- **Collected data entries**:
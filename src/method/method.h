// SPDX-License-Identifier: GPL-3.0-or-later
// A method is what is played together with what is read from the response. One pair of files and
// one registry line each; nothing else in the program knows the methods by name.
#pragma once

#include <algorithm>
#include <functional>
#include <optional>
#include <span>
#include <string>
#include <string_view>
#include <utility>
#include <vector>

#include "curve/floor.h"
#include "curve/loop_response.h"
#include "curve/points.h"
#include "curve/step_options.h"
#include "signal/waveform.h"

namespace kneeprint {

/// What a plan asks of every take, whatever its method.
struct TakeSettings {
  int orders = 10;                     ///< highest harmonic read
  Seconds block{0.5};                  ///< wanted; lengthened where whole cycles need it
  int blocks = 4;                      ///< wanted average; at least 3 are kept
  Seconds longest_time_constant{0.5};  ///< of the unit
  Decibels wanted_uncertainty{0.01};   ///< remaining change that counts as settled
  /// Expanded uncertainty wanted of harmonics 2 .. wanted_orders (those not under the noise); 0:
  /// nothing is wanted, the hold is as long as `blocks` says.
  Decibels wanted_harmonic_u{0.0};
  int wanted_orders = 5;
};

/// One take: this method, this frequency, this drive, held for so many blocks.
struct TakeSpec {
  std::string method;
  Hertz asked{0.0};  ///< 0 for methods that fix their tones
  LevelDbfs send;    ///< rms of the sine with the same peak
  int rung = 0;
  int hold_blocks = 0;  ///< blocks played; the first ones may be dropped as settling
  TakeSettings settings;
  StepOptions options{};
  LevelDbfs lowest;   ///< the ladder's lowest rung: where a gliding level begins
  int number = 0;     ///< in the journal
  bool down = false;  ///< taken while the ladder descends
};

/// When on its way over the ladder a method is played.
enum class Placement {
  every_rung,     ///< at the rung's level
  before_ladder,  ///< once, at the lowest rung's level
  after_ladder,   ///< once, at the highest rung that was reached
};

/// Where the steady part stands in the stimulus, and so in the aligned response.
struct HoldLayout {
  std::size_t first_block = 0;  ///< sample at which block 0 begins
  std::size_t block = 0;        ///< samples per block, whole cycles of every tone
  int blocks = 0;
  std::size_t end() const { return first_block + block * static_cast<std::size_t>(blocks); }
};

struct Stimulus {
  Waveform wave;
  /// Periodic from block to block: repeated and lost frames show there. Fewer than two blocks: not
  /// periodic, and the method's own reading looks for them where it can.
  HoldLayout hold;
  Hertz lowest_tone{0.0};
  /// Samples that the reading uses, settling included; 0: those of the hold.
  std::size_t read = 0;

  Seconds read_length() const {
    const std::size_t n = read > 0 ? read : hold.end() - hold.first_block;
    return Seconds(static_cast<double>(n) / wave.rate.value());
  }
};

/// One recorded response, aligned to its stimulus to the nearest sample.
struct TakeData {
  const Waveform& response;
  const Waveform* reference = nullptr;  ///< the drive itself, when a return was patched to the send
  double delay = 0.0;  ///< response[n] answers stimulus[n - delay]: the fraction that is left
};

/// What the rig is, as far as reading needs it.
struct RigView {
  LevelScale send, ret;
  RigFloor floor;
  LoopResponse response;
  bool sees_dc = false;
  /// A reel without declared levels: gain and volts stay empty, output is made relative later.
  bool gain_known = true;
  /// Lower than the take's own rate when a reel was recorded at another: what it can show ends
  /// there.
  std::optional<Hertz> recorded_rate;
  /// What comes back ran in a recorder's own time: tones tell it (method/time_base.h).
  bool drifting_clock = false;
  /// Told by the reel's markers where the recorder's time is too uneven for a tone's phase to tell.
  std::optional<int> marker_polarity;

  Hertz usable_rate(Hertz take_rate) const {
    return recorded_rate ? std::min(*recorded_rate, take_rate) : take_rate;
  }
};

/// What the ladder needs to know of a take at once.
struct TakeVerdict {
  bool settled = true;
  bool clipped = false;
  Seconds settling{0.0};                ///< of the hold, left out of the averages
  std::optional<double> thd_f_percent;  ///< steady methods
  std::optional<double> output_level;   ///< of the fundamental, in the return's unit
  /// By how much longer the hold must be for the wanted uncertainty of every wanted order; at most
  /// 1: reached. Empty: nothing is wanted.
  std::optional<double> longer;
};

/// Signed peak amplitudes of the products (k1, k2) of a curve driven by two sines of peaks u1 and
/// u2.
using TwoToneCurve = std::function<std::vector<double>(
    double u1, double u2, const std::vector<std::pair<int, int>>& products)>;

struct PredictedProduct {
  std::string product;  ///< as in the curve points: "m2", "total"
  double ratio = 0.0;
};

struct Method {
  std::string_view id;
  std::string_view title;   ///< for pages
  std::string_view source;  ///< published definition
  Placement placement;
  MethodNeeds needs;                                      ///< what a plan's step must or may say
  int (*first_hold_blocks)(const TakeSpec&, Hertz rate);  ///< blocks for a unit without memory
  Seconds (*block_length)(const TakeSpec&, Hertz rate);
  Stimulus (*stimulus)(const TakeSpec&, Hertz rate);
  /// Appends points to `out`. Never throws for bad data: it flags.
  TakeVerdict (*read)(const TakeSpec&, const TakeData&, const RigView&, Curves& out);
  /// The same products by a memoryless curve, for the stimulus' peak at the unit's input; nullptr
  /// for methods that the fit itself uses, or that no closed rule predicts.
  std::vector<PredictedProduct> (*predict)(const TwoToneCurve&, const StepOptions&, double peak);
  /// Throws InputError when the method cannot be played so at this rate; nullptr: no such limit.
  void (*check)(const StepOptions&, Hertz rate) = nullptr;
  /// Samples of the stimulus, where that is known without making it; nullptr: it has to be made.
  std::size_t (*length)(const TakeSpec&, Hertz rate) = nullptr;
};

std::span<const Method> methods();
/// nullptr when unknown.
const Method* find_method(std::string_view id);
/// What a plan may ask for.
std::vector<MethodNeeds> method_needs();

}  // namespace kneeprint
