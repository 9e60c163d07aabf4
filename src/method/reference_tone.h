// SPDX-License-Identifier: GPL-3.0-or-later
// Reference tone: the same steady sine at the ladder's lowest level, again and again between the
// steps, to see whether the gain drifts over the run (curve/stability.h judges that). Put it last
// among a plan's steps: it is then played after the other takes of each rung.
//
// Figure (curves/scalars.csv): reference-gain, dB, frequency_hz and drive as played, state "rung N"
// (N counts from 0). On a reel without declared levels it is output less drive, both in dBFS: only
// its differences count. expanded_u is type A alone (noise of return and, where there is one,
// reference return): calibration and rig floor are the same in every row and cancel in a drift.
#pragma once

#include "method/method.h"

namespace kneeprint {

Method reference_tone();

}  // namespace kneeprint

- **Exercise**: Print all of the data exactly as it was given.

- **Response**:
filename src/method/method.h
// SPDX-License-Identifier: GPL-3.0-or-later
// A method is what is played together with what is read from the response. One pair of files and
// one registry line each; nothing else in the program knows the methods by name.
#pragma once

#include <algorithm>
#include <functional>
#include <optional>
#include <span>
#include <string>
#include <string_view>
#include <utility>
#include <vector>

#include "curve/floor.h"
#include "curve/loop_response.h"
#include "curve/points.h"
#include "curve/step_options.h"
#include "signal/waveform.h"

namespace kneeprint {

/// What a plan asks of every take, whatever its method.
struct TakeSettings {
  int orders = 10;                     ///< highest harmonic read
  Seconds block{0.5};                  ///< wanted; lengthened where whole cycles need it
  int blocks = 4;                      ///< wanted average; at least 3 are kept
  Seconds longest_time_constant{0.5};  ///< of the unit
  Decibels wanted_uncertainty{0.01};   ///< remaining change that counts as settled
  /// Expanded uncertainty wanted of harmonics 2 .. wanted_orders (those not under the noise); 0:
  /// nothing is wanted, the hold is as long as `blocks` says.
  Decibels wanted_harmonic_u{0.0};
  int wanted_orders = 5;
};

/// One take: this method, this frequency, this drive, held for so many blocks.
struct TakeSpec {
  std::string method;
  Hertz asked{0.0};  ///< 0 for methods that fix their tones
  LevelDbfs send;    ///< rms of the sine with the same peak
  int rung = 0;
  int hold_blocks = 0;  ///< blocks played; the first ones may be dropped as settling
  TakeSettings settings;
  StepOptions options{};
  LevelDbfs lowest;   ///< the ladder's lowest rung: where a gliding level begins
  int number = 0;     ///< in the journal
  bool down = false;  ///< taken while the ladder descends
};

/// When on its way over the ladder a method is played.
enum class Placement {
  every_rung,     ///< at the rung's level
  before_ladder,  ///< once, at the lowest rung's level
  after_ladder,   ///< once, at the highest rung that was reached
};

/// Where the steady part stands in the stimulus, and so in the aligned response.
struct HoldLayout {
  std::size_t first_block = 0;  ///< sample at which block 0 begins
  std::size_t block = 0;        ///< samples per block, whole cycles of every tone
  int blocks = 0;
  std::size_t end() const { return first_block + block * static_cast<std::size_t>(blocks); }
};

struct Stimulus {
  Waveform wave;
  /// Periodic from block to block: repeated and lost frames show there. Fewer than two blocks: not
  /// periodic, and the method's own reading looks for them where it can.
  HoldLayout hold;
  Hertz lowest_tone{0.0};
  /// Samples that the reading uses, settling included; 0: those of the hold.
  std::size_t read = 0;

  Seconds read_length() const {
    const std::size_t n = read > 0 ? read : hold.end() - hold.first_block;
    return Seconds(static_cast<double>(n) / wave.rate.value());
  }
};

/// One recorded response, aligned to its stimulus to the nearest sample.
struct TakeData {
  const Waveform& response;
  const Waveform* reference = nullptr;  ///< the drive itself, when a return was patched to the send
  double delay = 0.0;  ///< response[n] answers stimulus[n - delay]: the fraction that is left
};

/// What the rig is, as far as reading needs it.
struct RigView {
  LevelScale send, ret;
  RigFloor floor;
  LoopResponse response;
  bool sees_dc = false;
  /// A reel without declared levels: gain and volts stay empty, output is made relative later.
  bool gain_known = true;
  /// Lower than the take's own rate when a reel was recorded at another: what it can show ends
  /// there.
  std::optional<Hertz> recorded_rate;
  /// What comes back ran in a recorder's own time: tones tell it (method/time_base.h).
  bool drifting_clock = false;
  /// Told by the reel's markers where the recorder's time is too uneven for a tone's phase to tell.
  std::optional<int> marker_polarity;

  Hertz usable_rate(Hertz take_rate) const {
    return recorded_rate ? std::min(*recorded_rate, take_rate) : take_rate;
  }
};

/// What the ladder needs to know of a take at once.
struct TakeVerdict {
  bool settled = true;
  bool clipped = false;
  Seconds settling{0.0};                ///< of the hold, left out of the averages
  std::optional<double> thd_f_percent;  ///< steady methods
  std::optional<double> output_level;   ///< of the fundamental, in the return's unit
  /// By how much longer the hold must be for the wanted uncertainty of every wanted order; at most
  /// 1: reached. Empty: nothing is wanted.
  std::optional<double> longer;
};

/// Signed peak amplitudes of the products (k1, k2) of a curve driven by two sines of peaks u1 and
/// u2.
using TwoToneCurve = std::function<std::vector<double>(
    double u1, double u2, const std::vector<std::pair<int, int>>& products)>;

struct PredictedProduct {
  std::string product;  ///< as in the curve points: "m2", "total"
  double ratio = 0.0;
};

struct Method {
  std::string_view id;
  std::string_view title;   ///< for pages
  std::string_view source;  ///< published definition
  Placement placement;
  MethodNeeds needs;                                      ///< what a plan's step must or may say
  int (*first_hold_blocks)(const TakeSpec&, Hertz rate);  ///< blocks for a unit without memory
  Seconds (*block_length)(const TakeSpec&, Hertz rate);
  Stimulus (*stimulus)(const TakeSpec&, Hertz rate);
  /// Appends points to `out`. Never throws for bad data: it flags.
  TakeVerdict (*read)(const TakeSpec&, const TakeData&, const RigView&, Curves& out);
  /// The same products by a memoryless curve, for the stimulus' peak at the unit's input; nullptr
  /// for methods that the fit itself uses, or that no closed rule predicts.
  std::vector<PredictedProduct> (*predict)(const TwoToneCurve&, const StepOptions&, double peak);
  /// Throws InputError when the method cannot be played so at this rate; nullptr: no such limit.
  void (*check)(const StepOptions&, Hertz rate) = nullptr;
  /// Samples of the stimulus, where that is known without making it; nullptr: it has to be made.
  std::size_t (*length)(const TakeSpec&, Hertz rate) = nullptr;
};

std::span<const Method> methods();
/// nullptr when unknown.
const Method* find_method(std::string_view id);
/// What a plan may ask for.
std::vector<MethodNeeds> method_needs();

}  // namespace kneeprint
repository 9e60c163d07aabf4
filename src/method/reference_tone.h
// SPDX-License-Identifier: GPL-3.0-or-later
// Reference tone: the same steady sine at the ladder's lowest level, again and again between the
// steps, to see whether the gain drifts over the run (curve/stability.h judges that). Put it last
// among a plan's steps: it is then played after the other takes of each rung.
//
// Figure (curves/scalars.csv): reference-gain, dB, frequency_hz and drive as played, state "rung N"
// (N counts from 0). On a reel without declared levels it is output less drive, both in dBFS: only
// its differences count. expanded_u is type A alone (noise of return and, where there is one,
// reference return): calibration and rig floor are the same in every row and cancel in a drift.
#pragma once

#include "method/method.h"

namespace kneeprint {

Method reference_tone();

}  // namespace kneeprint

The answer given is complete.